§ Your goal
Begin with the line that has "if (lo < 0 ||". Give it and every line after it again, exactly, through the end of the entries below.

==========

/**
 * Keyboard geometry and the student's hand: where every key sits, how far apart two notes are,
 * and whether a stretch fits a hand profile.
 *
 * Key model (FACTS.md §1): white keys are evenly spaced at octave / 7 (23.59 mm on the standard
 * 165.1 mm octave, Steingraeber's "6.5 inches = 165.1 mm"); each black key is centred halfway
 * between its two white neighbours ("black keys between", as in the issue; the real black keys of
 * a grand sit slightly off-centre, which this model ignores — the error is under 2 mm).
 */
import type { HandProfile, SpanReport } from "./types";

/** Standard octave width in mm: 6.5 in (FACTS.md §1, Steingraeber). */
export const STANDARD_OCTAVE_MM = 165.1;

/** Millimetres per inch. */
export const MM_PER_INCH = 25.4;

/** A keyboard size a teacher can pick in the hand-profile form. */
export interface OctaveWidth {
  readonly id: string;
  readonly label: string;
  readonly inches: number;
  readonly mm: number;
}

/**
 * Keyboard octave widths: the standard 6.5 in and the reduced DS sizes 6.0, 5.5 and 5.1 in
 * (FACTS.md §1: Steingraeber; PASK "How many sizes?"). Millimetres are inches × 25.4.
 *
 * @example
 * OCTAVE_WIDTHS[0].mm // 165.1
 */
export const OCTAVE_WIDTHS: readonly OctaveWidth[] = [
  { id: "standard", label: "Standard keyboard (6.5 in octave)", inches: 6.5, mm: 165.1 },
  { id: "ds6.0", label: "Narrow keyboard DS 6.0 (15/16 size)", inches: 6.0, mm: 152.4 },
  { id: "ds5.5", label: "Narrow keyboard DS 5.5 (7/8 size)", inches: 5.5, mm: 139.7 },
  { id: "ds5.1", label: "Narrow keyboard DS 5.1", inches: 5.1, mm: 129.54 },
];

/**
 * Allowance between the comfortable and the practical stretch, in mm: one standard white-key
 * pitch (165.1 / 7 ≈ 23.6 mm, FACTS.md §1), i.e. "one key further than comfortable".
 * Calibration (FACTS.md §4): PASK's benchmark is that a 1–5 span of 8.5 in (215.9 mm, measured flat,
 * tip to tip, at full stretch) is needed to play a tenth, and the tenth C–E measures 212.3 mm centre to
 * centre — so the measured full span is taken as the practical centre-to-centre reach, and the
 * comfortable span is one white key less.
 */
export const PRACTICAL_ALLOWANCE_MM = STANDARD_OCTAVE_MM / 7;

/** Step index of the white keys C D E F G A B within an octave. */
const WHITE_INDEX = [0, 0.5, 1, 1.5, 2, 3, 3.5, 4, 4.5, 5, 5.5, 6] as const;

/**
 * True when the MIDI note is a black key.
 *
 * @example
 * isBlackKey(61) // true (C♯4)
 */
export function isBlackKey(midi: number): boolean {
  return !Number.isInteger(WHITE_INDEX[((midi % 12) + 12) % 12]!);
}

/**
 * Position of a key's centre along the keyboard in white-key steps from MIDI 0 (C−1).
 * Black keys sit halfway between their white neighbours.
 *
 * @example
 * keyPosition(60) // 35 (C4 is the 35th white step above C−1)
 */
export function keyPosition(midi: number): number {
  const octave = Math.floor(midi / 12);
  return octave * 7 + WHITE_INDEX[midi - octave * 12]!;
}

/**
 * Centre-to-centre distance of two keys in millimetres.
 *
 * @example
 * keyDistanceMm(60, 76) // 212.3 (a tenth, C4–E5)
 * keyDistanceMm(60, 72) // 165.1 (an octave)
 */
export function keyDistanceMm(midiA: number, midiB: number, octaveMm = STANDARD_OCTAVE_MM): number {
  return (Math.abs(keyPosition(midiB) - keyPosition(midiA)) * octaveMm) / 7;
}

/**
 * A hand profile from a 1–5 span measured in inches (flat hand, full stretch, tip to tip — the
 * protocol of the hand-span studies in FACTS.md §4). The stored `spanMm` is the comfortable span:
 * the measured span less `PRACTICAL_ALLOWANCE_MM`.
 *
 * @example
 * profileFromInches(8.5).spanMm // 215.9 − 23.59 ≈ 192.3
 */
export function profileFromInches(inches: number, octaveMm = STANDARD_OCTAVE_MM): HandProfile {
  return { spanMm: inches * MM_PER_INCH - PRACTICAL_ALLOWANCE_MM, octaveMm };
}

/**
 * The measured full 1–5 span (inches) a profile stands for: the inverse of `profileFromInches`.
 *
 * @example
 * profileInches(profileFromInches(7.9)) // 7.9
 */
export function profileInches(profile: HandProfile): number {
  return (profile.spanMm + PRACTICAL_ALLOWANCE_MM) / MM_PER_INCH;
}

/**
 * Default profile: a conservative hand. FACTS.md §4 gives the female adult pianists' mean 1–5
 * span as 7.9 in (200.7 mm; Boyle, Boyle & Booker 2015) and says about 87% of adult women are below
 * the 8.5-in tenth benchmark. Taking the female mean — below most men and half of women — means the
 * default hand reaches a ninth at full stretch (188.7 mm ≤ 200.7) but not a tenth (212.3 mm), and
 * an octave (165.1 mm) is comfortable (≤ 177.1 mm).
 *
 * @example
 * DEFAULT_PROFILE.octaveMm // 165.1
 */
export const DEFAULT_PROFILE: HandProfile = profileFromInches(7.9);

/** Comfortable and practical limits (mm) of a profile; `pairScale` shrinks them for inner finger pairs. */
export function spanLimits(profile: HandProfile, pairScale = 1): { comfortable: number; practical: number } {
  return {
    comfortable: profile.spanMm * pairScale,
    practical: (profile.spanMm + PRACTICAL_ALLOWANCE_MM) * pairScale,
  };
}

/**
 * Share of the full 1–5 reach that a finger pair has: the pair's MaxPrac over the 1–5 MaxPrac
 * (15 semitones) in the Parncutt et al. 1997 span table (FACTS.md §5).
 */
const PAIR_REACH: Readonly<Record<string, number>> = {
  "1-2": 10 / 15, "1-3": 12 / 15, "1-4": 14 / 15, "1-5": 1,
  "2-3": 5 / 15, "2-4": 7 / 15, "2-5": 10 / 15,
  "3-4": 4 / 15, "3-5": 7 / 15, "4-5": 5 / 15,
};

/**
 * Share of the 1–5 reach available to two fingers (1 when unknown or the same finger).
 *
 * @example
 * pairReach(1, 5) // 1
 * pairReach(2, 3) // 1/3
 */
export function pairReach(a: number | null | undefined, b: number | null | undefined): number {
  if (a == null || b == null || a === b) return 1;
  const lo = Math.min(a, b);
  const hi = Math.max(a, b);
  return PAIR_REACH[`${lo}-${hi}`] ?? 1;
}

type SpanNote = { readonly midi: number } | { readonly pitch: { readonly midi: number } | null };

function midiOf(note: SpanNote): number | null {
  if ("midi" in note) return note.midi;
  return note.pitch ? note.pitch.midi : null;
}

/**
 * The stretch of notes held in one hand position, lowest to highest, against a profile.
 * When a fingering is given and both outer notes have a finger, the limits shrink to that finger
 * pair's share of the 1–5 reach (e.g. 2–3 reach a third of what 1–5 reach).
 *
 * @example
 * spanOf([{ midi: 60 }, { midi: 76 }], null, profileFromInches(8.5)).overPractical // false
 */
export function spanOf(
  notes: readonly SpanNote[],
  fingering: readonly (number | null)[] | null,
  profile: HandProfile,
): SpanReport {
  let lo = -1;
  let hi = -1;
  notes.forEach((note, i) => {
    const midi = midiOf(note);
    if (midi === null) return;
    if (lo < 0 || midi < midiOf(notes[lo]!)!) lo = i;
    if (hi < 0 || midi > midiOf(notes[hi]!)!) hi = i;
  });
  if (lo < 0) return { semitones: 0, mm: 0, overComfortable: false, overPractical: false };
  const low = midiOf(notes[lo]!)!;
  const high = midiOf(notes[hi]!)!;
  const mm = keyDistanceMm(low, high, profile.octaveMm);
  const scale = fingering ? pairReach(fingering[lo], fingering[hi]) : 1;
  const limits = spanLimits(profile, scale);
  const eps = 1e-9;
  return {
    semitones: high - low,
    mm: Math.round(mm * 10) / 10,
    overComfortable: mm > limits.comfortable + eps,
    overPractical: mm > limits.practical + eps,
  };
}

==========

§ Answer box
    if (lo < 0 || midi < midiOf(notes[lo]!)!) lo = i;
    if (hi < 0 || midi > midiOf(notes[hi]!)!) hi = i;
  });
  if (lo < 0) return { semitones: 0, mm: 0, overComfortable: false, overPractical: false };
  const low = midiOf(notes[lo]!)!;
  const high = midiOf(notes[hi]!)!;
  const mm = keyDistanceMm(low, high, profile.octaveMm);
  const scale = fingering ? pairReach(fingering[lo], fingering[hi]) : 1;
  const limits = spanLimits(profile, scale);
  const eps = 1e-9;
  return {
    semitones: high - low,
    mm: Math.round(mm * 10) / 10,
    overComfortable: mm > limits.comfortable + eps,
    overPractical: mm > limits.practical + eps,
  };
}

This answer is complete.